The University of Virginia community, already tested a number of times this fall semester, endured another seismic shock on Friday when Rolling Stone partially retracted a damning feature about on-campus rape. The initial publication of the article and subsequent fallout has sparked discussion on not just sexual assault, but also on journalism ethics. But as national news outlets swarm the Charlottesville, Virginia, campus for the second time this semester, many UVA students are staying focused on the main issue at hand: combating sexual violence and improving sexual assault advocacy at the storied university.

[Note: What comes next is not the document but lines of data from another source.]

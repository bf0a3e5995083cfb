//! Rounding corners: an arc tangent to both edges in the place of every corner.

use super::error::GeometryError;
use super::meet::meet;
use super::outline::{Loop, Outline, turn_between};
use super::piece::Piece;
use super::point::Point;
use super::tidy::tidy;
use std::f64::consts::TAU;

/// A joint that turns by less is no corner, radians.
pub(super) const CORNER: f64 = 1e-7;

impl Outline {
    /// Every corner, outer and inner, replaced by an arc of this radius tangent to both edges.
    ///
    /// # Errors
    /// [`GeometryError::NoRoomToRound`] names a corner whose arc does not fit (an edge is too
    /// short for it, or for the arcs at both its ends) and the largest radius that would.
    pub fn rounded(&self, radius: f64) -> Result<Self, GeometryError> {
        if radius.is_nan() || radius < 0.0 || radius.is_infinite() {
            return Err(GeometryError::NotPositive {
                what: "the radius of the rounding",
                value: radius,
            });
        }
        if radius == 0.0 {
            return Ok(self.clone());
        }
        if let Ok(out) = self.filleted(radius) {
            return Ok(out);
        }
        let (mut fits, mut not) = (0.0, radius);
        let mut corner = Point::default();
        for _ in 0..40 {
            let middle = 0.5 * (fits + not);
            match self.filleted(middle) {
                Ok(_) => fits = middle,
                Err(at) => (not, corner) = (middle, at),
            }
        }
        if let (true, Err(at)) = (
            fits == 0.0 || corner == Point::default(),
            self.filleted(radius),
        ) {
            corner = at;
        }
        Err(GeometryError::NoRoomToRound {
            at: corner,
            radius,
            largest: fits,
        })
    }

    /// The rounded outline, or the corner that has no room.
    fn filleted(&self, radius: f64) -> Result<Self, Point> {
        let size = self.bounds().diagonal();
        let mut loops = Vec::new();
        let mut arcs = Vec::new();
        for l in &self.loops {
            let (pieces, new) = fillet_loop(l, radius, size)?;
            arcs.extend(new);
            loops.extend(tidy(pieces, size));
        }
        let out = Self { loops };
        // An arc must not run into anything else.
        for (arc, corner) in &arcs {
            let b = arc.bounds();
            for p in out.pieces() {
                if p.bounds().meets(&b)
                    && meet(arc, p, 1e-10 * size)
                        .iter()
                        .any(|(t, _)| (0.01..0.99).contains(t) && !on_itself(arc, p))
                {
                    return Err(*corner);
                }
            }
        }
        Ok(out)
    }
}

/// Whether `p` lies on the circle of the arc, so that contacts are those of the arc with itself.
fn on_itself(arc: &Piece, p: &Piece) -> bool {
    match (arc, p) {
        (
            Piece::Arc { centre, radius, .. },
            Piece::Arc {
                centre: c,
                radius: r,
                ..
            },
        ) => (*centre - *c).norm() <= 1e-9 * radius && (radius - r).abs() <= 1e-9 * radius,
        _ => false,
    }
}

/// The pieces between two corners, run through by u from 0 to their number.
struct Run<'a> {
    pieces: Vec<&'a Piece>,
}

impl Run<'_> {
    fn place(&self, u: f64) -> (&Piece, f64) {
        let k = (u.floor().max(0.0) as usize).min(self.pieces.len() - 1);
        (self.pieces[k], u - k as f64)
    }
    fn end(&self) -> f64 {
        self.pieces.len() as f64
    }
    fn at(&self, u: f64) -> Point {
        let (p, t) = self.place(u);
        p.at(t)
    }
    fn tangent(&self, u: f64) -> Point {
        let (p, t) = self.place(u);
        p.tangent(t)
    }
    /// The point at the distance `by` to the left.
    fn beside(&self, u: f64, by: f64) -> Point {
        self.at(u) + self.tangent(u).left() * by
    }
    fn beside_velocity(&self, u: f64, by: f64) -> Point {
        let (p, t) = self.place(u);
        p.velocity(t) * (1.0 - by * p.curvature(t))
    }
    /// The pieces from u to v.
    fn between(&self, u: f64, v: f64) -> Vec<Piece> {
        let mut out = Vec::new();
        for (k, p) in self.pieces.iter().enumerate() {
            let (a, b) = (
                (u - k as f64).clamp(0.0, 1.0),
                (v - k as f64).clamp(0.0, 1.0),
            );
            if b - a > 1e-13 {
                out.push(if (a, b) == (0.0, 1.0) {
                    (*p).clone()
                } else {
                    p.part(a, b)
                });
            }
        }
        out
    }
}

type Filleted = (Vec<Piece>, Vec<(Piece, Point)>);

fn fillet_loop(l: &Loop, radius: f64, size: f64) -> Result<Filleted, Point> {
    let n = l.pieces.len();
    let corners: Vec<(usize, f64)> = (0..n)
        .map(|k| (k, turn_between(&l.pieces[(k + n - 1) % n], &l.pieces[k])))
        .filter(|(_, turn)| turn.abs() > CORNER)
        .collect();
    if corners.is_empty() {
        return Ok((l.pieces.clone(), Vec::new()));
    }
    let m = corners.len();
    let runs: Vec<Run> = (0..m)
        .map(|i| {
            let (from, to) = (corners[i].0, corners[(i + 1) % m].0);
            let count = (to + n - from - 1) % n + 1;
            Run {
                pieces: (0..count).map(|k| &l.pieces[(from + k) % n]).collect(),
            }
        })
        .collect();
    // Corner i lies between run i − 1 and run i: where its arc leaves the one and meets the other.
    let mut touches = Vec::with_capacity(m);
    for (i, (_, turn)) in corners.iter().enumerate() {
        let (before, after) = (&runs[(i + m - 1) % m], &runs[i]);
        let corner = after.at(0.0);
        touches.push(touch(before, after, *turn, radius).ok_or(corner)?);
    }
    let mut out = Vec::new();
    let mut arcs = Vec::new();
    for i in 0..m {
        let next = (i + 1) % m;
        let (from, to) = (touches[i].1, touches[next].0);
        let run = &runs[i];
        let overlap = (run.at(from.min(run.end())) - run.at(to.max(0.0))).norm();
        if from > to && overlap > 1e-9 * size {
            return Err(run.at(0.0));
        }
        out.extend(run.between(from, to));
        let turn = corners[next].1;
        let arc = arc_between(run, to, &runs[next], touches[next].1, turn, radius);
        arcs.push((arc.clone(), runs[next].at(0.0)));
        out.push(arc);
    }
    Ok((out, arcs))
}

fn arc_between(a: &Run, u: f64, b: &Run, v: f64, turn: f64, radius: f64) -> Piece {
    let side = turn.signum();
    let centre = (a.beside(u, side * radius) + b.beside(v, side * radius)) * 0.5;
    let (t, w) = (a.tangent(u), b.tangent(v));
    let sweep = (side * t.cross(w).atan2(t.dot(w))).rem_euclid(TAU);
    Piece::arc(centre, radius, (t.left() * -side).angle(), side * sweep)
}

/// Parameters at which a circle of this radius, on the inner side of the turn, touches both
/// runs; the one nearest to the corner.
fn touch(a: &Run, b: &Run, turn: f64, radius: f64) -> Option<(f64, f64)> {
    let by = turn.signum() * radius;
    let reach = radius * (0.5 * turn.abs()).tan();
    let straight = |r: &Run, k: usize| match r.pieces[k] {
        Piece::Line { from, to } => Some((*to - *from).norm()),
        _ => None,
    };
    if let (Some(l), Some(m)) = (straight(a, a.pieces.len() - 1), straight(b, 0)) {
        let slack = 1.0 + 1e-12;
        if reach <= l * slack && reach <= m * slack {
            return Some((a.end() - (reach / l).min(1.0), (reach / m).min(1.0)));
        }
        if a.pieces.len() == 1 && reach > l * slack || b.pieces.len() == 1 && reach > m * slack {
            return None;
        }
    }
    let (mut u, mut v) = scan(a, b, by)?;
    for _ in 0..40 {
        let gap = b.beside(v, by) - a.beside(u, by);
        let (p, q) = (a.beside_velocity(u, by), b.beside_velocity(v, by));
        let det = p.cross(q);
        if det == 0.0 {
            return None;
        }
        let (du, dv) = (gap.cross(q) / det, gap.cross(p) / det);
        u = (u + du.clamp(-0.3, 0.3)).clamp(0.0, a.end());
        v = (v + dv.clamp(-0.3, 0.3)).clamp(0.0, b.end());
        if du.abs().max(dv.abs()) < 1e-15 {
            break;
        }
    }
    let gap = (b.beside(v, by) - a.beside(u, by)).norm();
    (gap <= 1e-12 * (radius + a.at(u).norm())).then_some((u, v))
}

/// The crossing of the two parallels nearest to the corner, to within a chord.
fn scan(a: &Run, b: &Run, by: f64) -> Option<(f64, f64)> {
    const STEPS: usize = 48;
    let samples = |r: &Run| -> Vec<(f64, Point)> {
        let n = STEPS * r.pieces.len();
        (0..=n)
            .map(|k| r.end() * k as f64 / n as f64)
            .map(|u| (u, r.beside(u, by)))
            .collect()
    };
    let (mut p, q) = (samples(a), samples(b));
    p.reverse();
    // Diagonal order: the nearest crossing is found first.
    for sum in 0..p.len() + q.len() - 3 {
        for i in sum.saturating_sub(q.len() - 2)..=sum.min(p.len() - 2) {
            let j = sum - i;
            let (c, d, e, f) = (p[i], p[i + 1], q[j], q[j + 1]);
            let (s, r) = (d.1 - c.1, f.1 - e.1);
            let det = s.cross(r);
            let w = e.1 - c.1;
            let (x, y) = (w.cross(r) / det, w.cross(s) / det);
            let slack = -1e-9..=1.0 + 1e-9;
            if det != 0.0 && slack.contains(&x) && slack.contains(&y) {
                return Some((c.0 + x * (d.0 - c.0), e.0 + y * (f.0 - e.0)));
            }
        }
    }
    None
}

#[cfg(test)]
#[allow(clippy::unwrap_used)]
mod tests {
    use super::super::point::pt;
    use super::super::similarity::Similarity;
    use super::*;
    use std::f64::consts::PI;

    fn rectangle(w: f64, h: f64) -> Outline {
        Outline::rectangle(pt(0., 0.), pt(w, h)).unwrap()
    }
    fn l_shape() -> Outline {
        rectangle(2., 1.).add(&rectangle(1., 2.)).unwrap()
    }

    #[test]
    fn rounded_squares_and_ls_have_their_areas() {
        for k in 0..8 {
            let s = Similarity::turned(pt(1., 2.), 0.6 * f64::from(k));
            for r in [0.02, 0.1, 0.3] {
                let q = rectangle(1., 1.).transformed(&s).rounded(r).unwrap();
                assert!((q.area() - (1.0 - (4.0 - PI) * r * r)).abs() < 1e-13);
                assert!((q.perimeter() - (4.0 - 8.0 * r + 2.0 * PI * r)).abs() < 1e-13);
                assert!(q.corners(1e-9).is_empty());
                // Five corners lose (1 − π/4) r², the inner one gains it.
                let l = l_shape().transformed(&s).rounded(r).unwrap();
                assert!((l.area() - (3.0 - (4.0 - PI) * r * r)).abs() < 1e-13);
                assert!(l.corners(1e-9).is_empty());
                assert_eq!(l.pieces().count(), 12);
            }
        }
    }

    #[test]
    fn arcs_that_use_an_edge_up_are_joined() {
        let q = rectangle(1., 1.).rounded(0.5).unwrap();
        assert_eq!(q.pieces().count(), 1);
        assert!((q.area() - PI / 4.0).abs() < 1e-14);
        let s = rectangle(2., 1.).rounded(0.5).unwrap();
        assert_eq!(s.pieces().count(), 4);
    }

    #[test]
    fn no_room_names_a_corner_and_the_largest_radius() {
        for (o, largest) in [(rectangle(2., 1.), 0.5), (l_shape(), 0.5)] {
            match o.rounded(0.7) {
                Err(GeometryError::NoRoomToRound { largest: l, at, .. }) => {
                    assert!((l - largest).abs() < 1e-8, "{l}");
                    assert!(o.distance(at).abs() < 1e-12);
                }
                other => panic!("{other:?}"),
            }
        }
        assert!(rectangle(1., 1.).rounded(-1.0).is_err());
        assert!(rectangle(1., 1.).rounded(f64::NAN).is_err());
    }

    #[test]
    fn curved_edges_are_met_tangentially() {
        // Two discs with a neck: four inner corners between arcs and lines, the neck narrower
        // than twice the radius.
        let d = |x: f64| Outline::disc(pt(x, 0.), 1.0).unwrap();
        let neck = Outline::rectangle(pt(0., -0.1), pt(3., 0.2)).unwrap();
        let o = d(0.).add(&d(3.)).unwrap().add(&neck).unwrap();
        assert_eq!(o.corners(1e-7).len(), 4);
        for r in [0.05, 0.2, 0.4] {
            let f = o.rounded(r).unwrap();
            assert!(f.corners(1e-9).is_empty(), "{r}");
            assert!(f.area() > o.area());
            let tightest = f.min_radius().unwrap().0;
            assert!((tightest - r).abs() < 1e-12);
        }
        // The fillets of one side meet when (1 + r)² = 1.5² + (r + 0.1)².
        let largest = 1.26 / 1.8;
        match o.rounded(1.0) {
            Err(GeometryError::NoRoomToRound { largest: l, .. }) => {
                assert!((l - largest).abs() < 1e-8, "{l} {largest}");
            }
            other => panic!("{other:?}"),
        }
        let e = Outline::ellipse(pt(0., 0.), pt(2., 1.), 0.3).unwrap();
        let lens = e.keep(&Outline::disc(pt(1.5, 0.), 1.2).unwrap()).unwrap();
        assert!(lens.rounded(0.1).unwrap().corners(1e-9).is_empty());
    }

    #[test]
    fn the_tip_of_a_crescent_is_rounded_too() {
        let moon = Outline::disc(pt(0., 0.), 2.0)
            .unwrap()
            .cut(&Outline::disc(pt(1., 0.), 1.0).unwrap())
            .unwrap();
        let c = moon.corners(1e-7);
        // One loop that visits the point of touch twice, a tip of material on either side.
        assert_eq!(c.len(), 2, "{moon:#?}");
        assert!(c.iter().all(|c| c.angle.abs() < 1e-7), "{c:?}");
        let f = moon.rounded(0.05).unwrap();
        assert!(f.corners(1e-9).is_empty());
        assert!(f.area() < moon.area() && f.area() > moon.area() - 0.2);
    }
}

According to The Cavalier Daily, a group of UVA student leaders are speaking out as people across the nation continue to criticize the university, Rolling Stone and rape victim Jackie — the latter who's certainly dealing with the brunt of the massive fallout. Unlike Rolling Stone, who said its editors "misplaced their trust" in Jackie, or conservative pundit Jonah Goldberg, who publicly doubted Jackie's story, these student leaders say the issue is not whether the story is true or false. Instead, it's how do we aid sexual assault survivors going forward.

Brian Head, a senior and president of UVA's all-male sexual assault peer group One in Four, told The Cavalier Daily:

The inaccuracies of a Rolling Stone article that had a caricature depiction of our school doesn’t change the fact that we need to believe our friends if they come to you and say they’re been sexually assaulted. People were horrified by the reported reaction of Jackie’s friends in that article.

Sarah Surface, a junior who's a member of the school's Sexual Violence Prevention Coalition, added to the student newspaper that finger-combing through every detail in Jackie's story should not take away from the reality rape victims must live through:

Trauma does a lot of things to the brain and to memory. It is not uncommon for details to not 100 percent match up with what people believe to be a reasonable story. The thing is, most people don’t have to [be] hounded by reporters about that. This lack of recollection does not mean their stories are entirely false.
Jay Paul/Getty Images News/Getty Images

The Rolling Stone retraction, coupled with the new details surfacing in outlets such as The Washington Post, has also tested the student writers and editors of The Cavalier Daily, who are seemingly reporting non-stop on the evolving story. Lauren Horne, a freshman who writes a column for the student-run newspaper, criticized Rolling Stone's handling of its retraction and apology in an interview with the Christian Science Monitor:

If there’s anything wrong with Jackie’s story, fine. Sexual assault is still an issue, and it’s still an issue here. But they completely took the blame off of themselves, and put it on Jackie. It says in the statement that our trust in her was misplaced, but you didn’t do your job.
Jay Paul/Getty Images News/Getty Images

University officials are also standing firm in their newfound commitment to combating on-campus sexual assault and reforming their reporting polices. On Friday, UVA President Teresa Sullivan released a statement responding to the Rolling Stone retraction, saying the "news must not alter" the school's focus.

Sullivan said:

The University remains first and foremost concerned with the care and support of our students and, especially, any survivor of sexual assault. Our students, their safety, and their well-being, remain our top priority. ... We will continue to take a hard look at our practices, policies and procedures, and continue to dedicate ourselves to becoming a model institution in our educational programming, in the character of our student culture, and in our care for those who are victims.

Meanwhile, UVA's Phi Kappa Psi chapter, which was named in the Rolling Stone feature as the fraternity house where the alleged assault took place, denied the gang-rape accusation in a press statement released on Friday. The fraternity said it did not hold a registered party the night Jackie alleged the rape occurred — though it's still possible there was an unregistered party that night — and that sexual assault is not "part of our pledging or initiation process."